Truth and Dare

DECEMBER 31, 2020 BY CASSANDRA JOHNSON

I must have lost it. I thought so at first. Yet I simply was just not prepared to do something a little outside my box. I had casually trained myself to think I was only good at certain activities like avid reading, writing, language learning, travel, soccer with friends, and so many interests which may not have always intertwined but more importantly had come to paint my identity.

My last task before I left my 9ish to 5ish work was not anything at which I would have expected myself to excel. When I entered college at Ohio State (now seeming quite the time ago), I found it helpful to focus on certain passions while not becoming discouraged in completing the requirements, which were not at all my forte.

“Just not good with numbers” is what I may have said or thought to myself. Time and time again, I let that be so easy a belief. However, I finally had to realize, if I wanted to succeed, I had to chip away at the old limiting vestiges. I would soon get the true tastes of how perhaps many of us should not be so quick to define ourselves. There will always be others to help with such fairly narrow definitions (some of them well-meaning and some of them, frighteningly not so well-meaning).

If I had let the idea of “just not being good…” be the case, I would have promptly failed out of university. Instead I was able to do well, though I primarily let some of the anti-me mantra color my outlook. The outcome could have been a waste of money and time for both the necessary skills I needed to be well rounded during my studies and my future professions. I did not want to let myself or my parents down. Their efforts meant so much to me.

Economics actually came naturally to me, perhaps because I had not yet come up with any preconceived notions. The concepts made logical sense to me. Unfortunately, Statistics and Accounting were my most dauting classes and being on a quarter timeframe, back then, meant I could fall behind quickly. I centered these two courses as completely abstract to anything I would possibly need to be a peacekeeper, a diplomat, bilingual, lover of reading and all which was more along the lines of what I felt were my plans.

I respected the people who truly got them, and I was convinced I was not one of them.

Fast forward a few years later, becoming a 2nd language speaker, graduating from college and still getting to do what I envisioned as traveling and helping communities here and abroad, I was still using some of the coursework I initially thought was not for me.

Following my move to D.C, my jobs were member and customer driven, but I would still find data and finance was an important element to them. In the process, getting to know the nuts and bolts of various systems and processes was increasingly satisfying. I could carry out most of the work I needed to complete my day and help people out, without much assistance.

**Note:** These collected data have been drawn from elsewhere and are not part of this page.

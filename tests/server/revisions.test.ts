import { afterAll, afterEach, beforeAll, describe, expect, it } from 'vitest';
import {
  REVISION_PAUSE_MINUTES,
  frameSchema,
  revisionComparisonSchema,
  revisionSchema,
  revisionSummarySchema,
  type FrameDocumentJson,
} from '@shared/api/frames';
import { computeReport } from '@shared/engine/report';
import { demoFrameDocument } from '@shared/model/demo-frame';
import { reportWithSheetGoods } from '@shared/panels/report-with-goods';
import { Frame } from '../../server/modules/frames/frame.entity';
import { ProjectClient } from '../../server/modules/access/project-client.entity';
import { Project } from '../../server/modules/projects/project.entity';
import { User } from '../../server/modules/users/user.entity';
import type { ApiClient } from '../support/api-client';
import { signedIn } from '../support/api-client';
import { makeProject, makeUser, makeWorkshop, sampleDocument, storedFrame } from '../support/factories';
import { createTestContext, truncateAll, type TestContext } from '../support/test-app';

let ctx: TestContext;
let owner: ApiClient;
let designer: ApiClient;
let cutter: ApiClient;
let client: ApiClient;
let projectId: string;

beforeAll(async () => {
  ctx = await createTestContext();
  await truncateAll(ctx.orm);
  const [o, d, c, cl] = [
    await makeUser(ctx.orm, { name: 'Olive Owner' }),
    await makeUser(ctx.orm, { name: 'Dev Designer' }),
    await makeUser(ctx.orm, { name: 'Cora Cutter' }),
    await makeUser(ctx.orm, { name: 'Kim Client' }),
  ];
  const workshop = await makeWorkshop(ctx.orm, [
    { user: o, role: 'owner' },
    { user: d, role: 'designer' },
    { user: c, role: 'cutter' },
  ]);
  projectId = (await makeProject(ctx.orm, workshop)).id;
  const em = ctx.orm.em.fork();
  em.create(ProjectClient, { project: em.getReference(Project, projectId), user: em.getReference(User, cl.id) });
  await em.flush();
  owner = await signedIn(ctx.app, o);
  designer = await signedIn(ctx.app, d);
  cutter = await signedIn(ctx.app, c);
  client = await signedIn(ctx.app, cl);
});
afterAll(() => ctx.close());
afterEach(() => {
  expect(ctx.loggedErrors).toEqual([]);
});

/** A frame started empty, as the editor starts one. */
async function blankFrame() {
  return frameSchema.parse((await designer.post(`/api/projects/${projectId}/frames`, { name: 'Bench' }).expect(201)).body);
}

async function save(who: ApiClient, frameId: string, baseVersion: number, document: FrameDocumentJson): Promise<number> {
  return (await who.put(`/api/frames/${frameId}/document`, { baseVersion, document }).expect(200)).body.version;
}

async function revisions(who: ApiClient, frameId: string) {
  return revisionSummarySchema.array().parse((await who.get(`/api/frames/${frameId}/revisions`).expect(200)).body);
}

/** Moves the last save back in time, as if the person had paused for that long. */
async function pauseFor(frameId: string, minutes: number): Promise<void> {
  const em = ctx.orm.em.fork();
  const f = await em.findOneOrFail(Frame, { id: frameId });
  f.savedAt = new Date(f.savedAt.getTime() - minutes * 60_000);
  await em.flush();
}

const doc = (n: number, tag: string) => sampleDocument(n, tag);

describe('saves coalesce into one revision per editing stretch', () => {
  it('many quick saves by one person are versions, not revisions: only the stretch’s last state is listed', async () => {
    const f = await blankFrame();
    let v = 1;
    for (let i = 1; i <= 6; i++) v = await save(designer, f.id, v, doc(i, 'q'));
    expect(v).toBe(7);
    const list = await revisions(owner, f.id);
    expect(list.map((r) => [r.version, r.current, r.memberCount])).toEqual([[7, true, 6]]);
    // Every save still went through the version check: an old base version is refused.
    expect((await designer.put(`/api/frames/${f.id}/document`, { baseVersion: 6, document: doc(1, 'late') })).status).toBe(409);
  });

  it('a pause longer than the stretch keeps what was there before it', async () => {
    const f = await blankFrame();
    let v = await save(designer, f.id, 1, doc(2, 'a'));
    v = await save(designer, f.id, v, doc(3, 'a'));
    await pauseFor(f.id, REVISION_PAUSE_MINUTES + 1);
    v = await save(designer, f.id, v, doc(4, 'b'));
    v = await save(designer, f.id, v, doc(5, 'b'));
    expect((await revisions(owner, f.id)).map((r) => [r.version, r.memberCount])).toEqual([
      [5, 5],
      [3, 3],
    ]);
    // A shorter pause is the same stretch.
    await pauseFor(f.id, REVISION_PAUSE_MINUTES - 1);
    await save(designer, f.id, v, doc(6, 'c'));
    expect((await revisions(owner, f.id)).map((r) => r.version)).toEqual([6, 3]);
  });

  it('another person’s save ends the stretch', async () => {
    const f = await blankFrame();
    const v = await save(designer, f.id, 1, doc(2, 'd'));
    await save(owner, f.id, v, doc(3, 'o'));
    expect((await revisions(owner, f.id)).map((r) => [r.version, r.savedBy?.name])).toEqual([
      [3, 'Olive Owner'],
      [2, 'Dev Designer'],
    ]);
  });

  it('"Save revision" (also sent on leaving the editor) keeps the current state, and is refused on a stale version', async () => {
    const f = await blankFrame();
    const v = await save(designer, f.id, 1, doc(2, 'k'));
    const kept = revisionSummarySchema.parse((await designer.post(`/api/frames/${f.id}/revisions`, { baseVersion: v }).expect(200)).body);
    expect(kept).toMatchObject({ version: 2, current: true, name: null });
    await save(designer, f.id, v, doc(3, 'k'));
    expect((await revisions(owner, f.id)).map((r) => r.version)).toEqual([3, 2]);
    const stale = await designer.post(`/api/frames/${f.id}/revisions`, { baseVersion: v, name: 'too late' });
    expect(stale.status).toBe(409);
    expect(stale.body.error.code).toBe('version_conflict');
    expect((await storedFrame(ctx.orm, f.id)).version).toBe(3);
  });
});

describe('naming revisions', () => {
  it('names the current version (keeping it) and an earlier one; names survive later saves; empty unnames', async () => {
    const f = await blankFrame();
    let v = await save(designer, f.id, 1, doc(2, 'n'));
    await designer.patch(`/api/frames/${f.id}/revisions/${v}`, { name: '  sent to client ' }).expect(200);
    v = await save(designer, f.id, v, doc(3, 'n'));
    await designer.post(`/api/frames/${f.id}/revisions`, { baseVersion: v, name: 'as cut' }).expect(200);
    v = await save(designer, f.id, v, doc(4, 'n'));
    expect((await revisions(client, f.id)).map((r) => [r.version, r.name])).toEqual([
      [4, null],
      [3, 'as cut'],
      [2, 'sent to client'],
    ]);
    expect(revisionSchema.parse((await owner.get(`/api/frames/${f.id}/revisions/2`).expect(200)).body).name).toBe('sent to client');
    const renamed = await owner.patch(`/api/frames/${f.id}/revisions/2`, { name: '' }).expect(200);
    expect(renamed.body).toMatchObject({ version: 2, name: null, current: false });
  });

  it('refuses a name that is too long, naming the field, and a version that was folded into a stretch', async () => {
    const f = await blankFrame();
    const v = await save(designer, f.id, 1, doc(2, 'l'));
    await save(designer, f.id, v, doc(3, 'l'));
    const long = await designer.patch(`/api/frames/${f.id}/revisions/3`, { name: 'x'.repeat(81) });
    expect(long.status).toBe(400);
    expect(long.body.error.fields).toHaveProperty('name');
    const folded = await designer.patch(`/api/frames/${f.id}/revisions/2`, { name: 'gone' });
    expect(folded.status).toBe(404);
    expect(folded.body.error.fields).toHaveProperty('version');
  });
});

describe('comparing two revisions', () => {
  it('marks added, removed and moved members and lists the cut-list and hardware differences', async () => {
    const base = demoFrameDocument() as unknown as FrameDocumentJson;
    const f = frameSchema.parse((await designer.post(`/api/projects/${projectId}/frames`, { name: 'Galley', document: base }).expect(201)).body);
    const changed = structuredClone(base) as { members: { id: string; length_mm?: number; start: { offset_mm: number } }[] };
    const removed = changed.members.pop()!;
    const moved = changed.members[0];
    moved.start = { ...moved.start, offset_mm: moved.start.offset_mm + 25 };
    changed.members.push({ ...structuredClone(changed.members[1]), id: 'extra-rail' });
    const v = await save(designer, f.id, 1, changed as unknown as FrameDocumentJson);

    const res = await client.get(`/api/frames/${f.id}/revisions/compare`).query({ from: 1, to: v }).expect(200);
    const { from, to, diff } = revisionComparisonSchema.parse(res.body);
    expect([from.version, to.version]).toEqual([1, 2]);
    const change = (id: string) => diff.members.find((m) => m.member_id === id)!;
    expect(change(removed.id)).toMatchObject({ change: 'removed', box_after: null, mark_after: null });
    expect(change('extra-rail')).toMatchObject({ change: 'added', box_before: null });
    expect(change(moved.id).change).toBe('moved');
    // Its start went 25 mm along; its centre moves by some of that (its end is held where the joints put it).
    expect(change(moved.id).moved_mm).toBeGreaterThan(0);
    expect(change(moved.id).moved_mm).toBeLessThanOrEqual(25.05);
    expect(diff.totals).toMatchObject({ added: 1, removed: 1, moved: 1 });
    expect(diff.totals.parts_after).toBe(diff.totals.parts_before);
    // The copied rail adds one part of its length; the removed member's length loses one.
    expect(diff.cut_list.length).toBeGreaterThan(0);
    for (const line of diff.cut_list) expect(line.qty_before === line.qty_after && line.mark_before === line.mark_after).toBe(false);
    // A comparison with itself has nothing to mark.
    const same = revisionComparisonSchema.parse((await owner.get(`/api/frames/${f.id}/revisions/compare?from=2&to=2`).expect(200)).body).diff;
    expect([same.totals.added, same.totals.removed, same.totals.moved, same.totals.changed, same.cut_list.length, same.hardware.length]).toEqual([0, 0, 0, 0, 0, 0]);
  });

  it('reads masses and hardware with the sheet goods, as the frame’s own report does', async () => {
    const base = demoFrameDocument();
    const f = frameSchema.parse((await designer.post(`/api/projects/${projectId}/frames`, { name: 'Galley goods', document: base as unknown as FrameDocumentJson }).expect(201)).body);
    const { diff } = revisionComparisonSchema.parse((await owner.get(`/api/frames/${f.id}/revisions/compare?from=1&to=1`).expect(200)).body);
    const withGoods = reportWithSheetGoods(base).report;
    // The demo galley's panels and drawer boxes weigh something, so leaving them out would read lighter.
    expect(withGoods.mass.total_kg).toBeGreaterThan(computeReport(base).mass.total_kg);
    expect(diff.totals.mass_after_kg).toBeCloseTo(withGoods.mass.total_kg, 6);
    expect(diff.totals.mass_before_kg).toBeCloseTo(withGoods.mass.total_kg, 6);
  });

  it('refuses a missing version (404) and a query that is not two version numbers (400 naming the field)', async () => {
    const f = await blankFrame();
    expect((await owner.get(`/api/frames/${f.id}/revisions/compare?from=1&to=9`)).status).toBe(404);
    const bad = await owner.get(`/api/frames/${f.id}/revisions/compare?from=one&to=1`);
    expect(bad.status).toBe(400);
    expect(bad.body.error.fields).toHaveProperty('from');
    // Past what a version column holds (PostgreSQL integer): refused as input, not sent to the database.
    const huge = await owner.get(`/api/frames/${f.id}/revisions/compare?from=1&to=99999999999`);
    expect(huge.status).toBe(400);
    expect(huge.body.error.fields).toHaveProperty('to');
  });
});

describe('restoring a revision', () => {
  it('saves the revision’s document as a new version; nothing of the history is lost', async () => {
    const f = await blankFrame();
    let v = await save(designer, f.id, 1, doc(2, 'r'));
    await designer.patch(`/api/frames/${f.id}/revisions/${v}`, { name: 'sent to client' }).expect(200);
    v = await save(designer, f.id, v, doc(5, 's'));
    v = await save(designer, f.id, v, doc(6, 's'));
    const res = await designer.post(`/api/frames/${f.id}/revisions/2/restore`, { baseVersion: v }).expect(200);
    expect(res.body.version).toBe(v + 1);
    const stored = await storedFrame(ctx.orm, f.id);
    expect(stored.document).toEqual(doc(2, 'r'));
    const list = await revisions(owner, f.id);
    expect(list.map((r) => [r.version, r.current, r.name])).toEqual([
      [5, true, 'Restored from 2 (sent to client)'],
      [4, false, null],
      [2, false, 'sent to client'],
    ]);
    // The state the restore replaced is there to go back to.
    expect((await owner.get(`/api/frames/${f.id}/revisions/4`).expect(200)).body.document).toEqual(doc(6, 's'));
    // Editing on after a restore keeps the restored state as its own revision.
    await save(designer, f.id, 5, doc(1, 't'));
    expect((await revisions(owner, f.id)).map((r) => r.version)).toEqual([6, 5, 4, 2]);
  });

  it('is guarded by the version like a save, and refuses the current version', async () => {
    const f = await blankFrame();
    const v = await save(owner, f.id, 1, doc(2, 'g'));
    await save(designer, f.id, v, doc(3, 'g'));
    const stale = await designer.post(`/api/frames/${f.id}/revisions/2/restore`, { baseVersion: 2 });
    expect(stale.status).toBe(409);
    expect((await storedFrame(ctx.orm, f.id)).version).toBe(3);
    const current = await designer.post(`/api/frames/${f.id}/revisions/3/restore`, { baseVersion: 3 });
    expect(current.status).toBe(422);
    expect(current.body.error.fields).toHaveProperty('version');
  });
});

describe('who may do what with revisions', () => {
  it('a cutter and a client read and compare but cannot keep, name or restore (403 for the cutter, 404 for the client)', async () => {
    const f = await blankFrame();
    const v = await save(designer, f.id, 1, doc(2, 'w'));
    await save(owner, f.id, v, doc(3, 'w'));
    for (const [who, status] of [
      [cutter, 403],
      [client, 404],
    ] as const) {
      expect((await who.get(`/api/frames/${f.id}/revisions`)).status).toBe(200);
      expect((await who.get(`/api/frames/${f.id}/revisions/compare?from=2&to=3`)).status).toBe(200);
      expect((await who.post(`/api/frames/${f.id}/revisions`, { baseVersion: 3 })).status).toBe(status);
      expect((await who.patch(`/api/frames/${f.id}/revisions/2`, { name: 'mine' })).status).toBe(status);
      expect((await who.post(`/api/frames/${f.id}/revisions/2/restore`, { baseVersion: 3 })).status).toBe(status);
    }
    const list = await revisions(owner, f.id);
    expect(list.map((r) => [r.version, r.name])).toEqual([
      [3, null],
      [2, null],
    ]);
  });

  it('a frame in the bin has no revisions to read, compare or restore until it is brought back', async () => {
    const f = await blankFrame();
    await designer.delete(`/api/frames/${f.id}`).expect(204);
    for (const who of [client, owner]) expect((await who.get(`/api/frames/${f.id}/revisions/compare?from=1&to=1`)).status).toBe(404);
    expect((await owner.post(`/api/frames/${f.id}/revisions`, { baseVersion: 1 })).status).toBe(404);
  });
});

I did not realize how prepared I had become to complete the heavier more analytical tasks. I also had not anticipated the growing confidence in my ability to figure things out.

My final 9ish to 5ish position sat me squarely in the financial arena and I knew I would not have attempted the work, had I really thought about it much longer. I could have then talked myself out of it.  I was already working on quite a few processes which overlapped with my upcoming finance role but sometimes the old classifications keep us stuck. Sometimes they mean missed opportunities.

When I chose labor -intensive volunteer work in Pisco, Peru, this meant literally helping to rebuild after the effects of an earthquake. People did a double take when I described this first volunteer humanitarian trip abroad. They did another take when I told them I would be away for quite some time. Although volunteering abroad definitely fit me into the box I liked, the type of work I chose was unexpected. Construction is not my forte, but I wanted to try something unlike my other community work. I also knew I wanted to spend time on disaster relief. My tasks in Peru (and later Bolivia) were not always construction-oriented, but they were more than enough to give me the challenge I welcomed. I was reminded of being able to accomplish something I was once incapable of envisioning.

Smirking a bit. The additional bonus was the surprising looks I would receive, after sharing some experiences here and there. Considering what defines us and what may not, I am reminding myself to try some “uncharacteristic” quests and I would recommend others do so as well. We would be wise to at least allow ourselves the consideration. We may continue to inspire and surprise others and more interestingly, we may continue to surprise ourselves.